Let the transfer dry for at least 15 minutes before pressing. trim excess transfer, and then prepress your substrate aka your shirt to get the moisture out. Transparent transfers dislike moisture very much. It prevents the transfer from adhering and it promotes cracking in the future. Then press. There's more to it. I hope i have soothed your concern.
-Marc


----------



## jdanosborn (May 27, 2008)

Thanks everyone, unfortunately both the Epson pack and the Avery pack I have do not have that information as they were given to me by a friend, have emails into both. My printer, an Epson 300 also does not have a selection for Iron On Transfers, will have to investigate the dpi settings as well, in the print settings controls and hence the question. We actually are not looking to start a business but rather develop some prototypes before running them to a production house, just faster to do this internally and more cost effective.


----------



## kemoi_kyarah (Mar 6, 2008)

HI Marc can you give me an idea where the 360dpi setting is on the Epson 1400 ?


----------



## Girlzndollz (Oct 3, 2007)

Jeffery - use plain paper setting, photo/text quality.
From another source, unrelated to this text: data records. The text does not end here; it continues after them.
def test_rounds_without_end_are_an_error() -> None:
    with pytest.raises(polewise.SolverError) as caught:
        run(
            """
            latch flip = 0
            whenever flip > 0.5: set flip = 0
            whenever flip < 0.5: set flip = 1
            study go {
                start cold
                run for 2 ms
                keep flip
            }
            """
        )
    assert "1000" in str(caught.value).replace(",", "").replace(" ", "") or "without end" in str(caught.value)


def test_a_relay_without_hysteresis_is_reported_not_looped_on() -> None:
    with pytest.raises(polewise.SolverError) as caught:
        run(
            """
            d/dt x = (-1 /s if x > 0 otherwise 1 /s)  initially 1
            study go {
                start cold
                run for 3 s
                keep x
            }
            """
        )
    assert caught.value.time_s == pytest.approx(1.0, rel=1e-6)  # that is when x first reaches zero


def test_a_relay_with_hysteresis_keeps_time() -> None:
    # x falls from 1 to -1 at 1/s, rises back to +1: legs of 2 s after the first second
    result = run(
        """
        latch rate = -1
        d/dt x = rate / 1 s  initially 0
        whenever x falls below -1: set rate = 1
        whenever x rises above 1: set rate = -1
        study go {
            start cold
            run for 10 s
            keep x
        }
        """
    )
    assert times(result) == pytest.approx([1, 3, 5, 7, 9], rel=1e-9)
    assert result["x"][-1] == pytest.approx(0.0, abs=1e-9)


def test_an_event_restarts_a_state() -> None:
    result = run(
        """
        d/dt x = 1 /s
        whenever x rises above 2: set x = x - 1.5
        study go {
            start cold
            run for 6 s
            keep x
        }
        """
    )
    assert times(result) == pytest.approx([2, 3.5, 5], rel=1e-9)
    assert result["x"][-1] == pytest.approx(1.5, rel=1e-9)


# ---------------------------------------------------------------- charge and flux


def around(result: polewise.Result, name: str, time: float) -> tuple[float, float]:
    """Values just before and just after a jump."""
    at = np.flatnonzero(result.time == time)
    assert len(at) >= 2
    values = result[name]
    return float(values[at[0]]), float(values[at[-1]])


def test_charge_is_kept_when_a_source_steps_across_a_loop_of_capacitors() -> None:
    # Source, 1 uF and 3 uF in a loop: the middle node's charge 3u v_m - 1u (v_s - v_m) cannot jump, so v_m jumps by 10 V * 1/(1 + 3);
    # then 1 kohm drains it with (1 + 3) uF * 1 kohm = 4 ms.
    result = run(
        """
        reference gnd
        supply: a --[volts]-- gnd
        top: a --[1 uF]-- m
        bottom: m --[3 uF]-- gnd
        leak: m --[r: 1 kohm]-- gnd
        latch volts = 0 V
        study go {
            start cold
            run for 9 ms
            at 1 ms: set volts = 10 V
            at 5 ms: set volts = 4 V
            keep m.v, a.v, bottom.i, top.i, supply.i
        }
        """,
        tolerance=1e-9,
    )
    assert around(result, "m.v", 1e-3) == pytest.approx((0.0, 2.5), abs=1e-12)
    before = 2.5 * math.exp(-1)
    assert around(result, "m.v", 5e-3) == pytest.approx((before, before - 1.5), rel=1e-9)
    end = (before - 1.5) * math.exp(-1)
    assert result["m.v"][-1] == pytest.approx(end, rel=1e-8)
    # between the jumps the capacitors' currents follow from dv/dt = -v/(4 ms)
    t = np.array([3e-3])
    slope = -2.5 * math.exp(-0.5) / 4e-3
    assert result.at("bottom.i", t) == pytest.approx(3e-6 * slope, rel=1e-6)
    assert result.at("top.i", t) == pytest.approx(-1e-6 * slope, rel=1e-6)


def test_charge_is_kept_in_a_loop_with_a_nonlinear_capacitor() -> None:
    # q(v) = 1 uF (1 + (v/10 V)^2) v above, 3 uF below: 3u v_m - q(v_s - v_m) is the same before and after the source's step to 30 V
    result = run(
        """
        reference gnd
        supply: a --[volts]-- gnd
        top: a --[c: 1 uF * (1 + ((a.v - m.v) / 10 V)^2)]-- m
        bottom: m --[3 uF]-- gnd
        latch volts = 0 V
        study go {
            start cold
            run for 2 ms
            at 1 ms: set volts = 30 V
            keep m.v
        }
        """
    )
    wanted = brentq(lambda m: 3 * m - (1 + ((30 - m) / 10) ** 2) * (30 - m), 0, 30, xtol=1e-13)
    assert around(result, "m.v", 1e-3)[1] == pytest.approx(wanted, rel=1e-9)
    assert result["m.v"][-1] == pytest.approx(wanted, rel=1e-9)


def test_flux_is_kept_when_a_current_steps_between_inductors_in_series() -> None:
    # 2 mH from a 5 V source to node n, 3 mH on to ground behind 1 ohm, J into n: i2 = i1 + J. The loop's flux 2m i1 + 3m i2 cannot jump:
    # i1 jumps by -3/5 J. Then (L1 + L2) i' = 5 V - R i2.
    result = run(
        """
        reference gnd
        supply: a --[5 V]-- gnd
        first: a --[l1: 2 mH]-- n
        second: n --[l2: 3 mH]--[r: 1 ohm]-- gnd
        push: gnd --[amps]-- n
        latch amps = 0 A
        study go {
            start settled
            run for 20 ms
            at 5 ms: set amps = 10 A
            keep first.i, second.i, n.v
        }
        """,
        tolerance=1e-9,
    )
    assert around(result, "first.i", 5e-3) == pytest.approx((5.0, -1.0), rel=1e-9)
    assert around(result, "second.i", 5e-3) == pytest.approx((5.0, 9.0), rel=1e-9)
    t = result.time[result.time > 5e-3] - 5e-3
    np.testing.assert_allclose(result["second.i"][result.time > 5e-3], 5 + 4 * np.exp(-t / 5e-3), rtol=1e-8)
    # node n: v_n = 5 V - L1 di/dt, di/dt = (5 - i2)/5m
    np.testing.assert_allclose(result["n.v"][result.time > 5e-3], 5 + 2 / 5 * 4 * np.exp(-t / 5e-3), rtol=1e-7)


def test_charge_and_flux_are_kept_when_the_element_itself_changes() -> None:
    # A capacitance that doubles at once halves its voltage, an inductance that doubles halves its current.
    result = run(
        """
        reference gnd
        latch size = 1
        store: a --[c: 1 uF * size initially 8 V]-- gnd
        leak: a --[r: 1 kohm]-- gnd
        coil: b --[l: 1 mH * size initially 6 A]-- gnd
        short: b --[r: 1 ohm]-- gnd
        study go {
            start cold
            run for 2 ms
            at 1 ms: set size = 2
            keep a.v, coil.i
        }
        """,
        tolerance=1e-9,
    )
    v = 8 * math.exp(-1)  # both have a time constant of 1 ms
    assert around(result, "a.v", 1e-3) == pytest.approx((v, v / 2), rel=1e-9)
    i = 6 * math.exp(-1)
    assert around(result, "coil.i", 1e-3) == pytest.approx((i, i / 2), rel=1e-9)


def test_two_capacitors_joined() -> None:
    # 100 uF at 400 V and 50 uF at 100 V: 300 V, 1.5 J lost whatever the resistance, charge kept (elementary).
    for ohms in ("1 ohm", "10 mohm"):
        result = run(
            f"""
            reference gnd
            left: a --[100 uF initially 400 V]-- gnd
            join: a --[k: breaker(false, open = 1 Gohm)]--[r: {ohms}]-- b
            right: b --[50 uF initially 100 V]-- gnd
            d/dt lost = join.p  initially 0 J  held
            signal charge = 100 uF * a.v + 50 uF * b.v
            study go {{
                start cold
                run for 5 ms
                at 1 ms: close join.k
                keep a.v, b.v, lost, charge
            }}
            """,
            tolerance=1e-9,
        )
        # before, 1 Gohm leaks for a millisecond: 300 V/1 Gohm * 1 ms = 0.3 nC of 45 mC
        assert result["a.v"][-1] == pytest.approx(300.0, rel=1e-8)
        assert result["b.v"][-1] == pytest.approx(300.0, rel=1e-8)
        assert result["lost"][-1] == pytest.approx(1.5, rel=1e-6)
        np.testing.assert_allclose(result["charge"], 45e-3, rtol=1e-12)


# ---------------------------------------------------------------- conduction starts and stops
Kelly


----------



## mcohen123 (Aug 10, 2006)

Dear Heather,
I looked through the epson site and I found a .pdf file on the following page : Epson Stylus Photo 1400, Documents & Manuals - Technical Support - Epson America, Inc.
Clicking on the 'product information guide' I looked at the 'selecting the correct paper type'. There I read that for using 'epson' transfer papers you need to select the 'plain paper/Bright White paper' selection which will be found in the printers property settings window.
Some printers just don't have the 360 setting. So you'll have to use the next best thing. This setting, 'plain paper etc.', shouldn't put enough excess ink on the transfer that you'll have to worry about it. Just make sure the transfer is completely dried before pressing your shirt.
To reassure yourself call up the resaler of the transfer papers that you are using and ask them what setting should you use on the epson 1400. If they know what they're doing they should be more than happy to assist you. I never heard of "Claria™ Hi-Definition Ink". It sounds like a winner. Please get back to everyone and share your results.
Sincerely,
Marc


----------